Pedro Liliana, Rudewicz Patrick J
Novartis Institutes for BioMedical Research, Emeryville, California 94608, United States.
Anal Chem. 2020 Dec 15;92(24):16005-16015. doi: 10.1021/acs.analchem.0c03534. Epub 2020 Dec 6.
The analysis of large numbers of cells from a population results in information that does not reflect differences in cell phenotypes. Individual variations in cellular drug uptake, metabolism, and response to drug treatment may have profound effects on cellular survival and lead to the development of certain disease states, drug persistence, and resistance. Herein, we present a method that combines live cell confocal microscopy imaging with high-resolution mass spectrometry to achieve absolute cell quantification of the drug amiodarone (AMIO) and its major metabolite, -desethylamiodarone (NDEA), in single liver cells (HepG2 and HepaRG cells). The method uses a prototype system that integrates a confocal microscope with an XYZ stage robot to image and automatically sample selected cells from a sample compartment, which is kept under growth conditions, with nanospray tips. Besides obtaining the distributions of AMIO and NDEA cell concentrations across a population of individual cells, as well as variabilities in drug metabolism, the effect of these on phospholipidosis and cell morphology was studied. The method was suited to identify subpopulations of cells that metabolized less drug and to correlate cell drug concentrations with cell phospholipid content, cell volume, sphericity, and other cell phenotypic features. Using principal component analysis (PCA), the treated cells could be clearly distinguished from vehicle control cells (0 μM AMIO) and HepaRG cells from HepG2 cells. The potential of using multidimensional and multimodal information collected from single cells to build predictive models for cell classification is demonstrated.

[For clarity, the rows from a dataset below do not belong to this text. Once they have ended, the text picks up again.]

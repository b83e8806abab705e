/**
 * The hot path of the XLSX reader: a hand-written scanner for a worksheet part's XML (ECMA-376 Part 1, §18.3.1
 * `sheetData`, `row`, `c`, `v`, `f`, `is`), fed decoded text piece by piece. A general SAX parser builds an attribute
 * object and fires events for every tag and text run; at a million rows of a dozen cells that is most of the reading
 * time, so the sheet itself is scanned here with indexOf and only what a cell needs is taken (its reference, type
 * and style, and the text of `v` or of the `t` runs of an inline string). The small parts of the workbook (workbook,
 * relationships, styles, shared strings) are still read with saxes.
 *
 * XML handled (W3C XML 1.0 §2.4 character data, §2.5 comments, §2.6 processing instructions, §2.7 CDATA sections,
 * §3.1 tags and attributes, §4.1 character and predefined entity references): comments, processing instructions and
 * CDATA sections are recognised anywhere; a document type declaration or an entity other than the five predefined
 * ones and numeric references is damage. Anything the scanner cannot make sense of (a tag never closed, an element
 * left open at the end, a bad reference) raises `damaged`, never a wrong value.
 *
 * Two quicker paths read the commonest forms and leave everything else to the general one: `feedBytes` reads whole
 * rows of plain cells (shared strings and whole numbers) straight from the inflated bytes, and `plainCell` reads a
 * plain cell from the text in one step. Tests check both against the general path on random sheets.
 */
import { InputError } from '../errors.js';
import type { SheetRow } from './rows.js';
import { columnLetters, formatNumber } from './xlsx.js';

export interface ScanContext {
  file: string;
  sheet: string;
  shared: string[];
  /** For each cell style index (the `s` attribute), true when its number format shows a date or time. */
  dateStyles: boolean[];
  /** True for the 1904 date system (workbookPr date1904). */
  date1904: boolean;
  damaged: (message: string) => InputError;
}

const LT = 60; // <
const GT = 62; // >
const SLASH = 47; // /
const BANG = 33; // !
const QUESTION = 63; // ?
const DQUOTE = 34;
const SQUOTE = 39;

/** Whole numbers below this are written from a table of their texts, not made anew for each cell. */
const SMALL_NUMBERS = 10_000;
let smallTexts: string[] | undefined;
function smallNumber(x: number): string {
  smallTexts ??= Array.from({ length: SMALL_NUMBERS }, (_, i) => String(i));
  return smallTexts[x]!;
}

const ENTITIES: Record<string, string> = { amp: '&', lt: '<', gt: '>', quot: '"', apos: "'" };

/** Replace the predefined entities and character references in text; anything else is damage. */
export function decodeEntities(text: string, damaged: (message: string) => InputError): string {
  if (text.indexOf('&') < 0) return text;
  return text.replace(/&([^;&\s]{0,12});?/g, (whole, name: string) => {
    if (!whole.endsWith(';')) throw damaged(`an "&" that does not start a reference: ${JSON.stringify(whole)}`);
    const named = ENTITIES[name];
    if (named !== undefined) return named;
    const m = /^#(?:x([0-9a-fA-F]{1,6})|([0-9]{1,7}))$/.exec(name);
    const code = m === null ? NaN : m[1] !== undefined ? parseInt(m[1], 16) : Number(m[2]);
    if (!(code >= 1 && code <= 0x10ffff) || (code >= 0xd800 && code <= 0xdfff)) throw damaged(`an unknown or bad reference "&${name};"`);
    return String.fromCodePoint(code);
  });
}

/** Local name of a tag (prefix dropped), from the text between '<' (or '</') and the end of the name. */
function tagName(s: string, from: number, end: number): string {
  let j = from;
  while (j < end) {
    const ch = s.charCodeAt(j);
    if (ch === 32 || ch === 9 || ch === 10 || ch === 13 || ch === SLASH) break;
    j++;
  }
  // The sheet's own unprefixed names without a new string: c, v, f, t and row.
  if (j - from === 1) {
    const ch = s.charCodeAt(from);
    if (ch === 99) return 'c';
    if (ch === 118) return 'v';
    if (ch === 102) return 'f';
    if (ch === 116) return 't';
  } else if (j - from === 3 && s.charCodeAt(from) === 114 && s.charCodeAt(from + 1) === 111 && s.charCodeAt(from + 2) === 119) return 'row';
  const name = s.slice(from, j);
  const colon = name.indexOf(':');
  return colon < 0 ? name : name.slice(colon + 1);
}

/** The attributes r, t and s of a tag (unprefixed only), read in one pass. */
interface CellAttributes {
  r: string | undefined;
  t: string | undefined;
  s: string | undefined;
}
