import type { CubeSource } from '../../src/data/cube.js';

/** Source specs as the claims reader would normalize them, for the fixtures in tests/fixtures/data. */
export function summarySource(path: string, extra: Partial<CubeSource> = {}): CubeSource {
  return {
    id: 'results',
    path,
    file: path.split('/').pop()!,
    format: path.endsWith('.xlsx') ? 'xlsx' : 'csv',
    shape: 'summary',
    respondents: 'Respondents',
    agree: 'Agreeing',
    questionColumn: 'question',
    agreeCodes: [4, 5],
    notApplicableCodes: [],
    place: { line: 1, column: 1 },
    ...extra,
  };
}

export function respondentsSource(path: string, extra: Partial<CubeSource> = {}): CubeSource {
  return summarySource(path, {
    shape: 'respondents',
    respondents: undefined,
    agree: undefined,
    questions: ['Q01', 'Q02', 'Q03', 'Q04', 'Q05'],
    notApplicableCodes: [9],
    ...extra,
  });
}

对群体中大量细胞进行分析所得到的信息并不能反映细胞表型的差异。细胞对药物摄取、代谢以及对药物治疗反应的个体差异可能会对细胞存活产生深远影响,并导致某些疾病状态、药物持续性和耐药性的发展。在此,我们提出一种方法,该方法将活细胞共聚焦显微镜成像与高分辨率质谱相结合,以实现对单个肝细胞(HepG2和HepaRG细胞)中药物胺碘酮(AMIO)及其主要代谢产物去乙基胺碘酮(NDEA)的绝对细胞定量。该方法使用一个原型系统,该系统将共聚焦显微镜与XYZ平台机器人集成在一起,以便用纳米喷雾尖端对来自保持在生长条件下的样品隔室中的选定细胞进行成像并自动取样。除了获得AMIO和NDEA细胞浓度在单个细胞群体中的分布以及药物代谢的变异性之外,还研究了这些对磷脂沉积和细胞形态的影响。该方法适用于识别药物代谢较少的细胞亚群,并将细胞药物浓度与细胞磷脂含量、细胞体积、球形度和其他细胞表型特征相关联。使用主成分分析(PCA),可以将处理过的细胞与溶剂对照细胞(0μM AMIO)清楚地区分开来,并将HepaRG细胞与HepG2细胞区分开来。展示了利用从单细胞收集的多维和多模态信息构建细胞分类预测模型的潜力。